-- Opening Marker --
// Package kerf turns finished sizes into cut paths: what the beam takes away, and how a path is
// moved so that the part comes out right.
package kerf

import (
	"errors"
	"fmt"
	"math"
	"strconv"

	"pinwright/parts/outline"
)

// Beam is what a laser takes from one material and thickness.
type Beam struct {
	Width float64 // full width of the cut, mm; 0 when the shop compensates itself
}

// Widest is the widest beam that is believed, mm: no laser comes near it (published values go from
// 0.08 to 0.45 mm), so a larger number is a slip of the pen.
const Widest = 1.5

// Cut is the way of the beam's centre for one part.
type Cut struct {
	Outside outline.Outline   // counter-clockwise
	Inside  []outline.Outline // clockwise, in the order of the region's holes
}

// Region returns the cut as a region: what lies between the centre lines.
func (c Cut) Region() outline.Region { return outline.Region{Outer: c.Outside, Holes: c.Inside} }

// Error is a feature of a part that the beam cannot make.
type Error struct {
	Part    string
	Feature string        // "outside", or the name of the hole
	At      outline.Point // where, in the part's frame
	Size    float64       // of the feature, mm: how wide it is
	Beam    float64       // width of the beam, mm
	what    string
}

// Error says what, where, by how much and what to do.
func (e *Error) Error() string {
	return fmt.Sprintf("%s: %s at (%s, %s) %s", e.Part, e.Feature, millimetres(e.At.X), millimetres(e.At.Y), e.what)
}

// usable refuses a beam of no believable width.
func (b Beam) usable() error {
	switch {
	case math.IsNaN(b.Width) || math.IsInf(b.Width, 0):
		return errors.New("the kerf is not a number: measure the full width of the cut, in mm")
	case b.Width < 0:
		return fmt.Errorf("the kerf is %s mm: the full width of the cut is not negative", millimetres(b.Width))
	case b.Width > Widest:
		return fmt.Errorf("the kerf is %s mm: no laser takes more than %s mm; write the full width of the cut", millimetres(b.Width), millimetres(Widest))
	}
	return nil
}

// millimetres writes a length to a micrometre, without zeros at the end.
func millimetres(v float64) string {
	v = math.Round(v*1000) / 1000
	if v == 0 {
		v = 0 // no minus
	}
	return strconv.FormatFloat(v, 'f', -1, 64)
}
-- Closing Marker --
-- Opening Marker --
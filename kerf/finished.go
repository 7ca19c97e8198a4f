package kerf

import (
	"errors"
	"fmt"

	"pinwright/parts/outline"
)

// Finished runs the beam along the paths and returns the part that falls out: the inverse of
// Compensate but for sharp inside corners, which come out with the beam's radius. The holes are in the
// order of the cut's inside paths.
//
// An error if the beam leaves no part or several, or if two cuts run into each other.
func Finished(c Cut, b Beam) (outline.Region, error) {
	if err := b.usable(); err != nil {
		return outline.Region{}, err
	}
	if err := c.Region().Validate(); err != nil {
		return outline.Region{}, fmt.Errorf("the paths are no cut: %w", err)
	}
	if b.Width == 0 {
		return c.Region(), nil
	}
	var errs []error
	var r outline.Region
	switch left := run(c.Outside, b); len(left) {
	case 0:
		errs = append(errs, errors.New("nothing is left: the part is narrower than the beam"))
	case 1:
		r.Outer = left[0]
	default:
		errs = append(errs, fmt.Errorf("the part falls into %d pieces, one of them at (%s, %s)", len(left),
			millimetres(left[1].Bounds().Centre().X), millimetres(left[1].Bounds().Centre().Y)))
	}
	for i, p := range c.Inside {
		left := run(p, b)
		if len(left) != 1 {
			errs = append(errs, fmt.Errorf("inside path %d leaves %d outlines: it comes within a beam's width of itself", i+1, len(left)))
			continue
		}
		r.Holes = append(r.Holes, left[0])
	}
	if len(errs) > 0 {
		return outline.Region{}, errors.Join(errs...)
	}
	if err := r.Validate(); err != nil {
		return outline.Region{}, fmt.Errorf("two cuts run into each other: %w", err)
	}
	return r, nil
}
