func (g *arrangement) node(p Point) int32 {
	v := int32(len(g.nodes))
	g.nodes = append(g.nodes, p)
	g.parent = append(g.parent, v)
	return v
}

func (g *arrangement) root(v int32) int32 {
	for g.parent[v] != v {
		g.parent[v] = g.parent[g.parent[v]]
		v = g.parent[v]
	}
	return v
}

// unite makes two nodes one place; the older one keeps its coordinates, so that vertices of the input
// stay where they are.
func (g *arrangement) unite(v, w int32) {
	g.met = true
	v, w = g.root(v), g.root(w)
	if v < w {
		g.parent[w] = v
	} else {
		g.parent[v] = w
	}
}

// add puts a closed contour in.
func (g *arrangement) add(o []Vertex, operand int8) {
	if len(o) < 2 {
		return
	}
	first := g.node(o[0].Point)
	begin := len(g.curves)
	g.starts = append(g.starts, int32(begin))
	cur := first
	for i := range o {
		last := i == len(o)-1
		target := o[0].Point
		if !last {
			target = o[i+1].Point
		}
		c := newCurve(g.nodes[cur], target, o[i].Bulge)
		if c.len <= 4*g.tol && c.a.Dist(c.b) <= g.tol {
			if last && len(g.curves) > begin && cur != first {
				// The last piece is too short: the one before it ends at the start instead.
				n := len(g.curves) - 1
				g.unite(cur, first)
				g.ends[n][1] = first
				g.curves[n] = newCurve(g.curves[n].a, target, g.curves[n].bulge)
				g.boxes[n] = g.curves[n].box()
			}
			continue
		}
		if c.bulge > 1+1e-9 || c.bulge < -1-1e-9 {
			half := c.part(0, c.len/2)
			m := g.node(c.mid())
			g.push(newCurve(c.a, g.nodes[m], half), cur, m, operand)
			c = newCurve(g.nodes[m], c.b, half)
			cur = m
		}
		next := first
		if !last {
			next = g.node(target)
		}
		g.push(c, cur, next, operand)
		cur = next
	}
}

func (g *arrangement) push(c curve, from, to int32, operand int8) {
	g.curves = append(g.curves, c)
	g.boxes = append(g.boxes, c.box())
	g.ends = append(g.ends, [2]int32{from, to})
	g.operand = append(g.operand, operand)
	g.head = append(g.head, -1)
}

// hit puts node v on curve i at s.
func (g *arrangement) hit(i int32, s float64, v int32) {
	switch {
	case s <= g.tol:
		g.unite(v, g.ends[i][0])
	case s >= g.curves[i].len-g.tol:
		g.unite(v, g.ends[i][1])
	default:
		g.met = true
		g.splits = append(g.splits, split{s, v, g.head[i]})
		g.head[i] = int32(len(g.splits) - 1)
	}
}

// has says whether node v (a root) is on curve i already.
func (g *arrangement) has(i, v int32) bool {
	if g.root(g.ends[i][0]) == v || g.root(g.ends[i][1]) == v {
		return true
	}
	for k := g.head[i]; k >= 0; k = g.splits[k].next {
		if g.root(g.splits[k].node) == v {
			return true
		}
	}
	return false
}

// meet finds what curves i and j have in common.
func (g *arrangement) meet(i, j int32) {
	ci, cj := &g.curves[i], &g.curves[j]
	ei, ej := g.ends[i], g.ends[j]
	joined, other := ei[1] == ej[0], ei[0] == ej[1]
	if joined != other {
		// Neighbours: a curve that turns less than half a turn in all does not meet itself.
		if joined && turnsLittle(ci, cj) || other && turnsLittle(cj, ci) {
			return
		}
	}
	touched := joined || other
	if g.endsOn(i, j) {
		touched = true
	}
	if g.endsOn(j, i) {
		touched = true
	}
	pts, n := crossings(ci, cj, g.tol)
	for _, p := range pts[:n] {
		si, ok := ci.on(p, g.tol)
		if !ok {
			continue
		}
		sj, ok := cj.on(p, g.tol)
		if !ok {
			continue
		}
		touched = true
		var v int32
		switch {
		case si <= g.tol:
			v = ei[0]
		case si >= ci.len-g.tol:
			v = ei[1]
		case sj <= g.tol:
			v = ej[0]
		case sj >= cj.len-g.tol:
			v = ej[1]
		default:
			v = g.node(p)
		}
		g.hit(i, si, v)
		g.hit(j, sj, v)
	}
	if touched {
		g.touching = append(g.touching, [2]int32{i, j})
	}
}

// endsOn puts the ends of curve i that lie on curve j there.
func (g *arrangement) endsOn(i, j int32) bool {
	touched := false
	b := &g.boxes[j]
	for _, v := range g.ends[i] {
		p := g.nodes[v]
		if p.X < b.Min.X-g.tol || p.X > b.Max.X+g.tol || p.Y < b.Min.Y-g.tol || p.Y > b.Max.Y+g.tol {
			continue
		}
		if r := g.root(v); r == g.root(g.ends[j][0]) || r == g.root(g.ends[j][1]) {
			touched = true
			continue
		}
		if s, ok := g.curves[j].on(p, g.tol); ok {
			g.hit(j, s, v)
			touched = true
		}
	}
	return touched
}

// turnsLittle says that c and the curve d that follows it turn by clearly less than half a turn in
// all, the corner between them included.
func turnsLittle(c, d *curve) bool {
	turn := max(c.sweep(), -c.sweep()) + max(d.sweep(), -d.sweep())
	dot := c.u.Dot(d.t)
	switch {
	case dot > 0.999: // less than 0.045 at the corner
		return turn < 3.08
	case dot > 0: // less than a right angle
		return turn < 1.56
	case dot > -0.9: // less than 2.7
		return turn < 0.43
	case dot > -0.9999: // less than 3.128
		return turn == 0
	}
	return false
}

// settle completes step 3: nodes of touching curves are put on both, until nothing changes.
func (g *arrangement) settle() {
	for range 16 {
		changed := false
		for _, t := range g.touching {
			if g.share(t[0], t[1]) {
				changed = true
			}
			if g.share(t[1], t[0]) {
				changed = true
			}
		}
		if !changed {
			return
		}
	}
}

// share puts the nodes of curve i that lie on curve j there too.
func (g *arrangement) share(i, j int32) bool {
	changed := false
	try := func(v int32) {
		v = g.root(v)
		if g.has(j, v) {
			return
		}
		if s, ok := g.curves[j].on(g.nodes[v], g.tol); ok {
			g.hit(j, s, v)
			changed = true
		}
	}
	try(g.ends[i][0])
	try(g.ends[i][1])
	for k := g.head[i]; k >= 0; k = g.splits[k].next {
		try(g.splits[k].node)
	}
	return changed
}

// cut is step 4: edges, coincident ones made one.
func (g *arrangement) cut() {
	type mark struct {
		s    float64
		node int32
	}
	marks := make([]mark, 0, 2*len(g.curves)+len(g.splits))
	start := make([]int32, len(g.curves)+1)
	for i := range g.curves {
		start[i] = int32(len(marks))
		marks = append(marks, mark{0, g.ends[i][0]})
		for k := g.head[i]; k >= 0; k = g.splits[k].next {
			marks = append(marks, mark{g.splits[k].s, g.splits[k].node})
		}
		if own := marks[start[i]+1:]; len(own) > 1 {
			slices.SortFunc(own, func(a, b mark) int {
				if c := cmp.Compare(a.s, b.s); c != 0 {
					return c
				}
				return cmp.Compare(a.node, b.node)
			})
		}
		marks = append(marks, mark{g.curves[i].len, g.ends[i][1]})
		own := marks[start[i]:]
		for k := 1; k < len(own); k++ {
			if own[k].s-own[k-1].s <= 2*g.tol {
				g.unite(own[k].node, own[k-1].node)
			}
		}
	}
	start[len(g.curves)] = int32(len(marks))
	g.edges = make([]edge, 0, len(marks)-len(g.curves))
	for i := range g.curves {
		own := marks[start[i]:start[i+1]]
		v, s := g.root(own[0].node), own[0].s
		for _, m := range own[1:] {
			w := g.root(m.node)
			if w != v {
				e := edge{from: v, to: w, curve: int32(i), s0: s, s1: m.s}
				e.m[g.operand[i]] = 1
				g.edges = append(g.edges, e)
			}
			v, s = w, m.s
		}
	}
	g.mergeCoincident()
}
-- Closing Marker --
Task directions → Could you return exactly the stretch of the data above that starts at the line with "if s, ok := g.curves[j].on(g.nodes[v], g.tol);" and ends at the line with "slices.SortFunc(own, func(a, b", both lines included?

The answer →
		if s, ok := g.curves[j].on(g.nodes[v], g.tol); ok {
			g.hit(j, s, v)
			changed = true
		}
	}
	try(g.ends[i][0])
	try(g.ends[i][1])
	for k := g.head[i]; k >= 0; k = g.splits[k].next {
		try(g.splits[k].node)
	}
	return changed
}

// cut is step 4: edges, coincident ones made one.
func (g *arrangement) cut() {
	type mark struct {
		s    float64
		node int32
	}
	marks := make([]mark, 0, 2*len(g.curves)+len(g.splits))
	start := make([]int32, len(g.curves)+1)
	for i := range g.curves {
		start[i] = int32(len(marks))
		marks = append(marks, mark{0, g.ends[i][0]})
		for k := g.head[i]; k >= 0; k = g.splits[k].next {
			marks = append(marks, mark{g.splits[k].s, g.splits[k].node})
		}
		if own := marks[start[i]+1:]; len(own) > 1 {
			slices.SortFunc(own, func(a, b mark) int {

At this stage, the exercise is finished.